Cutting-edge research will be presented at CVPR 2019
We are thrilled to announce that our new paper about compact networks for image embedding has been accepted in CVPR 2019, the world’s premier computer vision conference.
The paper “Learning Metrics from Teachers: Compact Networks for Image Embedding” will be presented in Long Beach, California, USA, in June 2019. Congratulations to our amazing PhD Candidate Vacit Oguz Yazici, and Arnau Ramisa, VP Innovation at Wide Eyes; and to our collaborators at CVC, Lu Yu, Xialei Liu, Joost van de Weijer and Yongmei Cheng.
As usual, the organizers have first publicly release only the accepted papers’ IDs (our ID is 1651). The details will come later. Well, here’s a spoiler alert…

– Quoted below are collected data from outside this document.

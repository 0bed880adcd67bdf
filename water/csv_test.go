package water_test

import (
	"bufio"
	"bytes"
	"errors"
	"math"
	"os"
	"path/filepath"
	"runtime"
	"strings"
	"testing"
	"unicode"
	"unicode/utf8"

	"scalerisk/water"
)

// csvReadFile reads a file of testdata with Read, naming it by its path.
func csvReadFile(t testing.TB, path string, opt water.ReadOptions) ([]water.Record, []error, error) {
	t.Helper()
	f, err := os.Open(path)
	if err != nil {
		t.Fatal(err)
	}
	defer f.Close()
	return water.Read(path, f, opt)
}

// csvReadString reads text with Read as the file "in.csv".
func csvReadString(text string, opt water.ReadOptions) ([]water.Record, []error, error) {
	return water.Read("in.csv", strings.NewReader(text), opt)
}

// csvBadFiles says, for each file of testdata/bad, how many samples are
// still computed and how many records it has; total -1 means the whole file
// is refused (Read's error). The error lines are in the sibling .want file.
var csvBadFiles = map[string]struct{ good, total int }{
	"above_range.csv":                    {1, 2},
	"alkalinity_as_caco3_for_silica.csv": {1, 2},
	"bad_quote.csv":                      {2, 3},
	"blank_lines.csv":                    {0, -1},
	"density_impossible.csv":             {1, 2},
	"duplicate_column.csv":               {1, 3},
	"empty.csv":                          {0, -1},
	"header_only.csv":                    {0, -1},
	"inf_value.csv":                      {1, 2},
	"latin1.csv":                         {0, -1},
	"long_form_bad_qualifier.csv":        {1, 4},
	"long_form_bad_value.csv":            {1, 2},
	"long_form_duplicate_analyte.csv":    {2, 3},
	"long_form_missing_column.csv":       {0, -1},
	"long_form_no_unit.csv":              {1, 2},
	"long_form_ragged_row.csv":           {1, 3},
	"long_form_unknown_column.csv":       {1, 2},
	"long_form_unknown_unit.csv":         {1, 2},
	"nan_value.csv":                      {1, 2},
	"negative.csv":                       {2, 3},
	"no_unit.csv":                        {1, 3},
	"no_usable_header.csv":               {0, -1},
	"nonnumeric.csv":                     {2, 3},
	"not_csv.csv":                        {0, -1},
	"ph_impossible.csv":                  {2, 4},
	"ragged_row.csv":                     {2, 4},
	"semicolon.csv":                      {0, -1},
	"silica_meq.csv":                     {1, 2},
	"temperature_f_out_of_range.csv":     {1, 2},
	"thousands_separator.csv":            {1, 2},
	"too_salty.csv":                      {1, 2},
	"nacl_1000g.csv":                     {1, 2}, // issue 12: was accepted with range warnings only
	"chloride_1e8.csv":                   {1, 2}, // issue 12: printed a 300-digit density, named no column
	"unknown_unit.csv":                   {1, 2},
	"unterminated_quote.csv":             {1, 2},
	"utf16.csv":                          {0, -1},
	"value_without_header.csv":           {1, 2},
	"wrong_unit_kind.csv":                {1, 2},
}

// TestReadBadFiles reads every file of testdata/bad and compares the error
// lines (Read's error, or the problems then the error records in file
// order) with the file's .want, and counts the samples still computed.
func TestReadBadFiles(t *testing.T) {
	paths, err := filepath.Glob(filepath.Join("testdata", "bad", "*.csv"))
	if err != nil {
		t.Fatal(err)
	}
	if len(paths) < 22 {
		t.Fatalf("%d bad-input files, want at least 22", len(paths))
	}
	for _, path := range paths {
		path = filepath.ToSlash(path)
		name := filepath.Base(path)
		t.Run(strings.TrimSuffix(name, ".csv"), func(t *testing.T) {
			want, ok := csvBadFiles[name]
			if !ok {
				t.Fatalf("%s is not listed in csvBadFiles", name)
			}
			wantText, err := os.ReadFile(strings.TrimSuffix(path, ".csv") + ".want")
			if err != nil {
				t.Fatal(err)
			}
			records, problems, err := csvReadFile(t, path, water.ReadOptions{})
			var got []string
			var all []error
			if err != nil {
				all = append(all, err)
				if records != nil || problems != nil {
					t.Errorf("records and problems returned with the error %v", err)
				}
			}
			all = append(all, problems...)
			good := 0
			for _, r := range records {
				if r.Err != nil {
					all = append(all, r.Err)
				} else {
					good++
				}
				if r.Line < 1 || r.Name == "" {
					t.Errorf("record %+v has no line or no name", r)
				}
			}
			for _, e := range all {
				var ie *water.InputError
				if !errors.As(e, &ie) || ie.File != path {
					t.Errorf("error %v is not an *InputError naming %s", e, path)
				}
				got = append(got, e.Error())
			}
			wantLines := strings.Split(strings.TrimRight(string(wantText), "\n"), "\n")
			if g, w := strings.Join(got, "\n"), strings.Join(wantLines, "\n"); g != w {
				t.Errorf("errors:\n%s\nwant:\n%s", g, w)
			}
			for _, line := range got {
				if last, _ := utf8.DecodeLastRuneInString(line); unicode.IsPunct(last) && last != ')' && last != '"' {
					t.Errorf("message ends in punctuation: %s", line)
				}
			}
			if want.total < 0 {
				if err == nil {
					t.Errorf("file read with no error, want it refused")
				}
				return
			}
			if err != nil {
				t.Fatalf("file refused: %v", err)
			}
			if good != want.good || len(records) != want.total {
				t.Errorf("%d of %d samples computed, want %d of %d", good, len(records), want.good, want.total)
			}
		})
	}
}

// TestReadLongLine reads a file with a 50 MB line: Read refuses it at that
// line without holding the line in memory.
func TestReadLongLine(t *testing.T) {
	path := filepath.Join(t.TempDir(), "long_line.csv")
	f, err := os.Create(path)
	if err != nil {
		t.Fatal(err)
	}
	w := bufio.NewWriter(f)
	w.WriteString("name,Ca [mg/L]\nWell 1,40\nWell 2,")
	chunk := bytes.Repeat([]byte("1234567890"), 1000)
	for written := 0; written < 50<<20; written += len(chunk) {
		w.Write(chunk)
	}
	w.WriteString("\nWell 3,41\n")
	if err := w.Flush(); err != nil {
		t.Fatal(err)
	}
	if err := f.Close(); err != nil {
		t.Fatal(err)
	}

	var before, after runtime.MemStats
	runtime.GC()
	runtime.ReadMemStats(&before)
	records, _, err := csvReadFile(t, path, water.ReadOptions{})
	runtime.ReadMemStats(&after)

	want := path + ":3: line longer than 1 MiB"
	if err == nil || err.Error() != want {
		t.Fatalf("Read error = %v, want %s", err, want)
	}
	var ie *water.InputError
	if !errors.As(err, &ie) || ie.Line != 3 {
		t.Errorf("error %#v is not an *InputError at line 3", err)
	}
	if records != nil {
		t.Errorf("records returned with the error")
	}
	// A line limit of 1 MiB lets the csv reader grow its buffer to a few
	// MiB; the 50 MB line itself must never be allocated.
	if alloc := after.TotalAlloc - before.TotalAlloc; alloc > 16<<20 {
		t.Errorf("Read allocated %d MiB for a file with a 50 MB line, want under 16 MiB", alloc>>20)
	}
}

// TestReadLineLimitBoundary checks that a line of exactly MaxLineBytes is
// read (its value is an error, quoted in 40 characters) and one byte more is
// refused.
func TestReadLineLimitBoundary(t *testing.T) {
	head := "name,Ca [mg/L]\n"
	prefix := "Well 1,"
	cell := strings.Repeat("x", water.MaxLineBytes-len(prefix))
	records, _, err := csvReadString(head+prefix+cell+"\nWell 2,40\n", water.ReadOptions{})
	if err != nil {
		t.Fatalf("line of MaxLineBytes refused: %v", err)
	}
	want := `in.csv:2:2: column "Ca [mg/L]": value "` + strings.Repeat("x", 40) + `…": not a number`
	if len(records) != 2 || records[0].Err == nil || records[0].Err.Error() != want || records[1].Err != nil {
		t.Fatalf("records = %+v, want an error %s and one good sample", records, want)
	}
	_, _, err = csvReadString(head+prefix+cell+"x\nWell 2,40\n", water.ReadOptions{})
	if err == nil || err.Error() != "in.csv:2: line longer than 1 MiB" {
		t.Errorf("line of MaxLineBytes+1: error %v, want in.csv:2: line longer than 1 MiB", err)
	}
}

// csvSame reports whether x and y agree to a relative 1e-12 (NaN equals
// NaN).
func csvSame(x, y float64) bool {
	if math.IsNaN(x) || math.IsNaN(y) {
		return math.IsNaN(x) && math.IsNaN(y)
	}
	return math.Abs(x-y) <= 1e-12*math.Max(math.Abs(x), math.Abs(y))
}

A nice technique for training efficient networks is knowledge distillation. With this technique a very slow, but accurate, “teacher” neural network is used to assist in training a smaller “student” neural network, which will typically result in much better accuracy for the “student” network. However, knowledge distillation is only defined for classification networks, which severely limits its applicability in certain tasks, like similar search. In this paper we propose two new loss functions to extend knowledge distillation to metric learning networks, and we show the benefits of using it. By exploiting knowledge from more complex “teacher” networks, we obtain a significantly better recall score in all setups evaluated, compared to using the standard training process for the “student” network.
CVPR brings in great people and their great research; there’s always something new to see and learn. Of course, there’s always papers that publish new groundbreaking results and bring in some great new knowledge into the field. We are convinced that this paper will be one of these cool papers at CVPR 2019.